WKY rats (4–5 weeks old) were immunized with the recombinant light chain of human MPO (1600 μg/kg; Cloud-Clone, Katy, TX, USA; group 1) or human native MPO (1600 μg/kg; RayBiotech, Peachtree Corners, GA, USA; group 2) on day 0. These rats were given an intraperitoneal injection of pertussis toxin (800 ng; Sigma-Aldrich, St. Louis, MO, USA) on days 0 and 2. A subgroup of group 1 was given an intraperitoneal injection of lipopolysaccharide (LPS; 100 μM/week; Sigma-Aldrich) through days 7 to 35. Urine samples were collected using a metabolic cage on day 40. All rats were euthanized on day 42.
Flow cytometry (FCM) using human neutrophils demonstrated the presence of ANCA in sera of group 2 but not group 1 (Fig. 1a). Correspondingly, sera of group 2 but not group 1 induced neutrophil extracellular traps (NETs) from tumor necrosis factor (TNF)-primed neutrophils (Fig. 1b). Immunoblot of neutrophil lysates demonstrated that antibody reactive with the MPO light chain (14 kDa) was produced in group 1, whereas antibodies reactive with the MPO heavy chain (59 kDa) and light chain (14 kDa) were produced in group 2 (Fig. 1c). The collective findings indicated that the anti-MPO light chain antibody produced in group 1 did not bind to native MPO. Renal tissue damage represented by hematuria and erythrocyte casts in renal tubules was evident in group 2 but not group 1 regardless of the disease boost by LPS (Fig. 1d, e). The degree of pulmonary hemorrhage that represents capillaritis in the lungs tended to be severe in group 2 compared to group 1 (Fig. 1f).

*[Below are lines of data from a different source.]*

// SPDX-License-Identifier: GPL-3.0-or-later
#include "method/rig_curvature.h"

#include <cmath>
#include <numbers>

#include "signal/fft.h"

namespace kneeprint {

std::vector<double> curvature_floor(std::span<const std::complex<double>> harmonics, double second,
                                    double third) {
  // The cube of orders up to N reaches 3 N: 8 (N + 1) points per period keep it free of aliases.
  const std::size_t size = 8 * harmonics.size();
  std::vector<double> square(size), cube(size);
  std::vector<std::complex<double>> circle(size);
  for (std::size_t k = 0; k < size; ++k) {
    circle[k] = std::polar(
        1.0, 2.0 * std::numbers::pi * static_cast<double>(k) / static_cast<double>(size));
  }
  for (std::size_t k = 0; k < size; ++k) {
    double y = harmonics[0].real();
    for (std::size_t n = 1; n < harmonics.size(); ++n) {
      const std::complex<double>& turn = circle[n * k % size];
      y += harmonics[n].real() * turn.real() - harmonics[n].imag() * turn.imag();
    }
    square[k] = y * y;
    cube[k] = y * y * y;
  }
  const auto squared = forward_fft(square), cubed = forward_fft(cube);
  std::vector<double> floor(harmonics.size());
  for (std::size_t n = 0; n < floor.size(); ++n) {
    const double scale = (n == 0 ? 1.0 : 2.0) / static_cast<double>(size);
    floor[n] = scale * (2.0 * second * std::abs(squared[n]) + 4.0 * third * std::abs(cubed[n]));
  }
  return floor;
}

}  // namespace kneeprint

The majority of MPO-AAV patients produced MPO-ANCA that recognizes an epitope in the heavy chain of MPO, whereas a few number of patients produced MPO-ANCA against an epitope in the light chain of MPO [4, 5]. The collective findings suggested that the recombinant light chain of human MPO has a low potential to induce MPO-AAV in rats compared to native human MPO.
Availability of data and materials
The data sheets used and/or analyzed during the current study are available from the corresponding author on reasonable request.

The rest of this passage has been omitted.